The rapid development of semiconductor technology both in terms of unique and different devices and in higher packing density has led to unique requirements for materials and device structures. Typical examples are the use of better passivating materials, better insulating materials, unique optical materials, etc.
A particularly interesting type of structure is that involving alternating layers of single-crystal insulator and semiconductor. Such a structure has a number of potentially interesting characteristics associated with the single crystal nature of the various layers including tunneling between layers, low trap density, etc.

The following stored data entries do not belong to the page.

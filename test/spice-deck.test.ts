/**
 * The SPICE home: the deck writer refuses or sanitises every user string (the
 * injection of issue 7 item 5), the runner reports a missing ngspice, a missing
 * library file, section or device and a timeout as typed errors, and the raw
 * reader returns ngspice's values at full double precision. The oracle is
 * ngspice 39 (Debian package) in batch mode; device values are invented.
 */
import { existsSync, mkdtempSync, readdirSync, rmSync } from "node:fs";
import { availableParallelism, tmpdir } from "node:os";
import { join, resolve } from "node:path";
import { afterAll, describe, expect, it } from "vitest";
import { spiceDeck, stageCircuit } from "../lib/bias/analyze.js";
import type { Stage } from "../lib/bias/topology.js";
import type { DeviceCard } from "../lib/device/card.js";
import { ConvergenceError, InputError } from "../lib/errors.js";
import { element, libLine, modelCard, spiceIdentifier, spiceText, writeDeck } from "../lib/spice/deck.js";
import { diagnose, findNgspice, runDeck, runDeckSync, SimulatorError } from "../lib/spice/run.js";
import { column, parseRaw } from "../lib/spice/raw.js";

const work = mkdtempSync(join(tmpdir(), "pinchoff-inject-"));
afterAll(() => rmSync(work, { recursive: true, force: true }));
const target = join(work, "INJECTED");
const payload = `amp\n.control\nshell touch ${target}\n.endc\n*`;

const card = (name: string, polarity: "nmos" | "pmos" = "nmos"): DeviceCard =>
  ({ name, polarity, kp: 120e-6, vt0: polarity === "nmos" ? 0.55 : -0.55, lambda: 0.03, gamma: 0.5, phi: 0.75 }) as DeviceCard;
const w = 24e-6 as Stage["device"]["w"];
const l = 1.5e-6 as Stage["device"]["l"];

/** Run a deck through ngspice as a user would (the whole text, unchanged) and say whether the payload's file appeared. */
function runsClean(deck: string): boolean {
  runDeckSync({ deck, origin: "injection test" });
  return !existsSync(target);
}

describe("deck injection (issue 7 item 5)", () => {
  const stages: Stage[] = [
    { topology: "four-resistor", name: payload, device: { card: card(payload), w, l }, components: { rg1: 100e3, rg2: 220e3, rd: 3.3e3, rs: 680 }, supplies: { vdd: 5 } as Stage["supplies"], body: "source" },
    {
      topology: "current-mirror",
      name: payload,
      device: { card: card(payload), w, l },
      devices: { reference: { card: card(`x\r\n.include /etc/passwd`), w, l } },
      components: { rref: 20e3, vout: 2 },
      supplies: { vdd: 5 } as Stage["supplies"],
      body: "rail",
    } as unknown as Stage,
  ];

  it("keeps a name with line breaks on its one comment line, and ngspice creates no file (ngspice 39 batch run)", () => {
    // Before the fix the title line carried the newline and ngspice ran `shell touch`.
    for (const s of stages) {
      const deck = spiceDeck(s);
      expect(deck).not.toMatch(/^\.control/m);
      expect(deck).not.toMatch(/^shell/m);
      expect(deck).not.toMatch(/^\.include/m);
      expect(deck.split("\n")[0]).toContain("amp .control shell touch");
      expect(runsClean(deck)).toBe(true);
    }
  });

  it("refuses a name prefix, node, model or element name that is not an identifier", () => {
    expect(() => stageCircuit(stages[0]!, "a\nb")).toThrow(InputError);
    expect(() => stageCircuit(stages[0]!, "x y")).toThrow(/name prefix/);
    expect(() => element("R1", ["a", "b\n.control"], 1)).toThrow(InputError);
    expect(() => element("R1\n.endc", ["a", "b"], 1)).toThrow(InputError);
    expect(() => modelCard("m od", "nmos", { level: 1 })).toThrow(InputError);
    expect(() => modelCard("mod", "nmos", { "vto\n.control": 1 })).toThrow(InputError);
    expect(() => spiceIdentifier('nmos"x', "device")).toThrow(/SPICE name/);
    expect(() => libLine('/tmp/a"\n.control', "typical")).toThrow(InputError);
    expect(() => libLine("/tmp/a", "typical\nshell touch x")).toThrow(InputError);
  });

  it("refuses a number that is not finite", () => {
    expect(() => element("R1", ["a", "b"], Number.NaN)).toThrow(/finite/);
    expect(() => element("M1", ["d", "g", "s", "b"], "mod", { W: Infinity })).toThrow(InputError);
  });

  it("removes every control character from titles and comments", () => {
    expect(spiceText("a\u0000b\u001bc\u2028d\re\tf\u0085g")).toBe("a b c d e f g");
    const deck = writeDeck({ title: payload, comments: ["one\ntwo"], lines: ["R1 a 0 1", "V1 a 0 1"], analyses: [".op"] });
    expect(deck.split("\n").filter((x) => x.startsWith("*"))).toEqual([`* amp .control shell touch ${target} .endc *`, "* one two"]);
    expect(runsClean(deck)).toBe(true);
  });

  it("refuses a circuit line that opens a block or a control line that runs a shell", () => {
    expect(() => writeDeck({ title: "t", lines: [".control"] })).toThrow(InputError);
    expect(() => writeDeck({ title: "t", lines: [".endl"] })).toThrow(InputError);
    expect(() => writeDeck({ title: "t", lines: ["R1 a 0 1\nshell touch x"] })).toThrow(InputError);
    expect(() => writeDeck({ title: "t", lines: [], control: ["shell touch x"] })).toThrow(InputError);
    expect(() => writeDeck({ title: "t", lines: [], control: ["op", ".endc"] })).toThrow(InputError);
  });
});

describe("ngspice runner", () => {
  const pdk = resolve("data/pdk180");
  const nmosDeck = (lib: string, section: string, device: string, lum = 1) =>
    writeDeck({
      title: "runner check",
      lines: [libLine(lib, section), `.include "${pdk}/design.ngspice"`, element("VD", ["d", "0"], 1.5), element("VG", ["g", "0"], 1), element("M1", ["d", "g", "0", "0"], device, { W: 10e-6, L: lum * 1e-6 })],
      control: ["set filetype=binary", "save @m1[id] @m1[gm] v(d)", "op", "write op.raw", "quit 0"],
    });

  it("reads device outputs at full double precision from a binary raw file (ngspice 39 BSIM4, GF180MCU sm141064.ngspice typical)", async () => {
    const r = await runDeck({ deck: nmosDeck(`${pdk}/sm141064.ngspice`, "typical", "nmos_3p3"), outputs: ["op.raw"] });
    const plot = r.raw["op.raw"]![0]!;
    const id = column(plot, "i(@m1[id])")[0]!;
    // The same operating point printed by `show m1` with 6 digits: id 7.79086e-05.
    expect(id).toBeCloseTo(7.79086e-5, 10);
    expect(String(id).replace(/^0\.0*|e.*$|\./g, "").length).toBeGreaterThan(8);
    expect(column(plot, "v(d)")[0]).toBe(1.5);
  });

  it("runs ngspice with one OpenMP thread, and queues calls beyond one process per core without losing any", async () => {
    const echo = writeDeck({ title: "threads", lines: ["R1 a 0 1k"], control: ["echo threads=$num_threads", "quit 0"] });
    expect(runDeckSync({ deck: echo }).log).toMatch(/threads=1\b/);
    const n = 3 * availableParallelism() + 1;
    const runs = await Promise.all(
      Array.from({ length: n }, (_, k) =>
        runDeck({ deck: writeDeck({ title: `queue ${k}`, lines: [element("V1", ["a", "0"], k + 1), element("R1", ["a", "0"], 1000)], control: ["set filetype=binary", "op", "write op.raw", "quit 0"] }), outputs: ["op.raw"] }),
      ),
    );
    runs.forEach((r, k) => expect(column(r.raw["op.raw"]![0]!, "v(a)")[0]).toBe(k + 1));
  });

  it("names a missing library file, section and device", () => {
    expect(() => runDeckSync({ deck: nmosDeck(`${pdk}/nothere.ngspice`, "typical", "nmos_3p3") })).toThrow(/library file not found: .*nothere\.ngspice/);
    expect(() => runDeckSync({ deck: nmosDeck(`${pdk}/sm141064.ngspice`, "typo", "nmos_3p3") })).toThrow(/has no section "typo"/);
    expect(() => runDeckSync({ deck: nmosDeck(`${pdk}/sm141064.ngspice`, "typical", "nmos_9v9") })).toThrow(SimulatorError);
    expect(() => runDeckSync({ deck: nmosDeck(`${pdk}/sm141064.ngspice`, "typical", "nmos_9v9") })).toThrow(/no device model for m1/);
    // An L below every bin of the library is refused by ngspice in the same way.
    expect(() => runDeckSync({ deck: nmosDeck(`${pdk}/sm141064.ngspice`, "typical", "nmos_3p3", 0.05) })).toThrow(/outside every bin/);
  });

  it("reports a missing ngspice", () => {
    expect(() => findNgspice({ PATH: "/nonexistent" })).toThrow(/ngspice not found on PATH/);
    expect(() => findNgspice({ PINCHOFF_NGSPICE: "/nonexistent/ngspice" })).toThrow(SimulatorError);
    expect(findNgspice()).toMatch(/ngspice$/);
  });

  it("stops a run that exceeds its time limit and leaves no temporary folder", async () => {
    // A private temporary root: other processes' runs in the shared /tmp cannot disturb the count.
    const saved = process.env.TMPDIR;
    const root = mkdtempSync(join(tmpdir(), "pinchoff-timeout-test-"));
    process.env.TMPDIR = root;
    try {
      // A long transient with a tiny step: far beyond 300 ms.
      const deck = writeDeck({ title: "slow", lines: ["V1 a 0 SIN(0 1 1e6)", "R1 a 0 1k"], control: ["tran 1e-12 1e-3", "quit 0"] });
      await expect(runDeck({ deck, timeoutMs: 300 })).rejects.toThrow(/did not finish within 0.3 s/);
      expect(() => runDeckSync({ deck, timeoutMs: 300 })).toThrow(/did not finish/);
      expect(readdirSync(root)).toEqual([]);
    } finally {
      if (saved === undefined) delete process.env.TMPDIR;
      else process.env.TMPDIR = saved;
      rmSync(root, { recursive: true, force: true });
    }
  });

  it("turns a failed operating point into a ConvergenceError with the log", () => {
    const log = "Warning: singular matrix:  check node x\nNote: gmin stepping failed\nWarning: source stepping failed\ndoAnalyses: iteration limit reached\nop simulation(s) aborted\n";
    expect(() => diagnose(log, "deck")).toThrow(ConvergenceError);
    expect(() => diagnose(log, "deck")).toThrow(/iteration limit reached/);
    expect(() => diagnose("Warning: source stepping failed\nNote: Transient op finished successfully\n", "deck")).not.toThrow();
  });

  it("reads ascii raw files and refuses a truncated binary one", () => {
    const ascii = "Title: t\nPlotname: Operating Point\nFlags: real\nNo. Variables: 2\nNo. Points: 1\nVariables:\n\t0\tv(a)\tvoltage\n\t1\ti(v1)\tcurrent\nValues:\n 0\t1.000000000000000e+00\n\t-1.234567890123457e-03\n";
    const [p] = parseRaw(Buffer.from(ascii));
    expect(column(p!, "i(v1)")[0]).toBe(-1.234567890123457e-3);
    const bin = Buffer.concat([Buffer.from("Title: t\nPlotname: x\nFlags: real\nNo. Variables: 1\nNo. Points: 2\nVariables:\n\t0\tv(a)\tvoltage\nBinary:\n"), Buffer.alloc(8)]);
    expect(() => parseRaw(bin, "x.raw")).toThrow(/cut short/);
  });
});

In many semiconductor structures, minimization of the number of defect states (the trap density) in the interface between two different materials (e.g., between semiconductor and insulator in a metal-insulator-semiconductor structure) is highly desirable. This leads to much better device performance. To minimize trap density, it is desirable to have not only a single crystal layer of insulator lattice matched to the semiconductor but also a crystal structure closely compatible to the semiconductor. In this way, the discontinuity at the insulator-semiconductor interface is minimized so the trap density is minimized.
A number of references have been concerned with epitaxial dielectric layers on various semiconductor surfaces. Particularly interesting are two articles, the first entitled, "Insulating Epitaxial Films of BaF.sub.2, CaF.sub.2 and Ba.sub.x Ca.sub.1-x F.sub.2 Grown by MBE on In? Substrates" by P. W. Sullivan et al, Journal of Crystal Growth, pages 403-413 (1982) and a second entitled, "MBE-Grown Fluoride Films: A New Class of Epitaxial Dielectrics" by R. F. C. Farrow et al, Journal of Vacuum Science and Technology, 19(3), pages 415-420 (September-October 1981). Also of interest is an abstract by C. Fontaine, S. Siskos and A. Munoz-Munoz entitled, "Epitaxial Growth of Lattice Matched Group II Fluorides on GaAs Substrates" appearing in the abstracts for the Second European Workshop on Molecular Beam Epitaxy, Sussex University, Brighton (Mar. 27-30, 1983).